• [Exercise directions]: Find every line in the records below that contains "namespace", and copy it.

-- Opening Marker --

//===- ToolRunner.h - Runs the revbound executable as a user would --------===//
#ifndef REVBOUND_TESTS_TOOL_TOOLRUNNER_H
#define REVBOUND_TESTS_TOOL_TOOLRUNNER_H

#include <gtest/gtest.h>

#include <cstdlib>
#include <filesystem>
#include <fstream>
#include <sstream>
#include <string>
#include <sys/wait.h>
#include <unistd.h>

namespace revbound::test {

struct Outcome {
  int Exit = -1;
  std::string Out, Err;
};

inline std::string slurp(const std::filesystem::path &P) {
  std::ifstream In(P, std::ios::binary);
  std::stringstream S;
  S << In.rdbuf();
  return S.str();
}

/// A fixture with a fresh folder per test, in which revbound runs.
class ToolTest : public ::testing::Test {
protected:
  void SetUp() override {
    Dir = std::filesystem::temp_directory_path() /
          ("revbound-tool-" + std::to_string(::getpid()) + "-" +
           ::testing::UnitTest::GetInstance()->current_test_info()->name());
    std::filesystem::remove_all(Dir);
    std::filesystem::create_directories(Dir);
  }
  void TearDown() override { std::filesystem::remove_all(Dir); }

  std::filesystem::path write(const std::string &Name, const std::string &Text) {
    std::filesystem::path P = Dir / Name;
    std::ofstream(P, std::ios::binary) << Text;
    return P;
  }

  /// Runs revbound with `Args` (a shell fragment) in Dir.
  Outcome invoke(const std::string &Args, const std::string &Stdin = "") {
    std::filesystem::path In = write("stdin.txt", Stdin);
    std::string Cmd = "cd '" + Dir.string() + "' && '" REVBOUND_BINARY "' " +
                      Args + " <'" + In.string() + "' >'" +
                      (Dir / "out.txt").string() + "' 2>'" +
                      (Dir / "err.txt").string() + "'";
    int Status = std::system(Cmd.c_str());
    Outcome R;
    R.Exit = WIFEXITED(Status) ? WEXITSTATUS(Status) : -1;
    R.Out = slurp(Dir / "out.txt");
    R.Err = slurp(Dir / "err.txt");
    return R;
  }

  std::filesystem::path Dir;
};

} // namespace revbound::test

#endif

-- Closing Marker --
-- Opening Marker --

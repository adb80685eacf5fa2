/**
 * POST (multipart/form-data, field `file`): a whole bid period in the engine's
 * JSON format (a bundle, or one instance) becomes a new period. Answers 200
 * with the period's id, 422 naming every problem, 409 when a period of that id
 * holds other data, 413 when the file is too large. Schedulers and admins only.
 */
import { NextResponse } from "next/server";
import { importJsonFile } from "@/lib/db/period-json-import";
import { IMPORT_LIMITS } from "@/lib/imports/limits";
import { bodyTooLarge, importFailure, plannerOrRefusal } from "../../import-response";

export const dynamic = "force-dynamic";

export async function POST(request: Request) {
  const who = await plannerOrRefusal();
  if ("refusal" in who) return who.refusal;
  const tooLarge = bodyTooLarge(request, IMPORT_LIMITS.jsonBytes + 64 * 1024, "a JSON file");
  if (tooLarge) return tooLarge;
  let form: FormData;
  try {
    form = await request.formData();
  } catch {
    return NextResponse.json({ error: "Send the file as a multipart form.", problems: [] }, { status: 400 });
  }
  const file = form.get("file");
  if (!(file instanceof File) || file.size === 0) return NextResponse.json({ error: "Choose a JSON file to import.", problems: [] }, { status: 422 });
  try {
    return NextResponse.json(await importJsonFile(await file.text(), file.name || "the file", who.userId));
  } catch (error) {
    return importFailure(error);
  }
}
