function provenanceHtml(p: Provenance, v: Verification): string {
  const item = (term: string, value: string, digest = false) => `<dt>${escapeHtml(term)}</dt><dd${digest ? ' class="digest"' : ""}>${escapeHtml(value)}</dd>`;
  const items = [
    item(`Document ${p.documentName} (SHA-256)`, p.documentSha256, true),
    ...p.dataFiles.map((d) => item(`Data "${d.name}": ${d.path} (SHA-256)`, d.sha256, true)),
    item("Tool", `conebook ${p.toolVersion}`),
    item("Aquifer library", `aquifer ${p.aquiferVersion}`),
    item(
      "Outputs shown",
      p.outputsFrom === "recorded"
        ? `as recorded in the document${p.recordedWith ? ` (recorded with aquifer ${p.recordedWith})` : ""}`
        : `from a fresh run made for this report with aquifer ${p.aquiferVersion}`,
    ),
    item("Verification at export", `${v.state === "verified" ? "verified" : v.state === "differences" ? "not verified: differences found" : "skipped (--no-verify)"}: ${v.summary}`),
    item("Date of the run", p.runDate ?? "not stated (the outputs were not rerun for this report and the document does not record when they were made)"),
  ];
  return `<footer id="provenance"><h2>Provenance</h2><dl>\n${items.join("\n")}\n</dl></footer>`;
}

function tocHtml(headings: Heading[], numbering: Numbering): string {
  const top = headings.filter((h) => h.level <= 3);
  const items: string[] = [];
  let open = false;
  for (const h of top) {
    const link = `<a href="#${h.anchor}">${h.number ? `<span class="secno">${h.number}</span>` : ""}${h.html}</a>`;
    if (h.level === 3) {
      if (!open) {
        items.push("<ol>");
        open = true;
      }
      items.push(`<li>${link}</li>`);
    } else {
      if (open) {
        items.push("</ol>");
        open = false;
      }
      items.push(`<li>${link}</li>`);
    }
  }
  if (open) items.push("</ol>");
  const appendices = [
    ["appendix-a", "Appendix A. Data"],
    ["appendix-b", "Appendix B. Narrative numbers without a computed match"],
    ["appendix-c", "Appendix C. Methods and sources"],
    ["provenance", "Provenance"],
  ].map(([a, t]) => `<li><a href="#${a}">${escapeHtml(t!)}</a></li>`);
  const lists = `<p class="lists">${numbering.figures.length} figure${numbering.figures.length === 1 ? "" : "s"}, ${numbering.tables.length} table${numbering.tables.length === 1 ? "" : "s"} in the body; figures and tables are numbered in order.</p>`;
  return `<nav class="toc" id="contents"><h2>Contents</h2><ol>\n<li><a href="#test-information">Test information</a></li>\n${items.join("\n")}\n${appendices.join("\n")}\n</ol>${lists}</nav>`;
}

-- Closing Marker --

• [Solved exercise]:
namespace revbound::test {
} // namespace revbound::test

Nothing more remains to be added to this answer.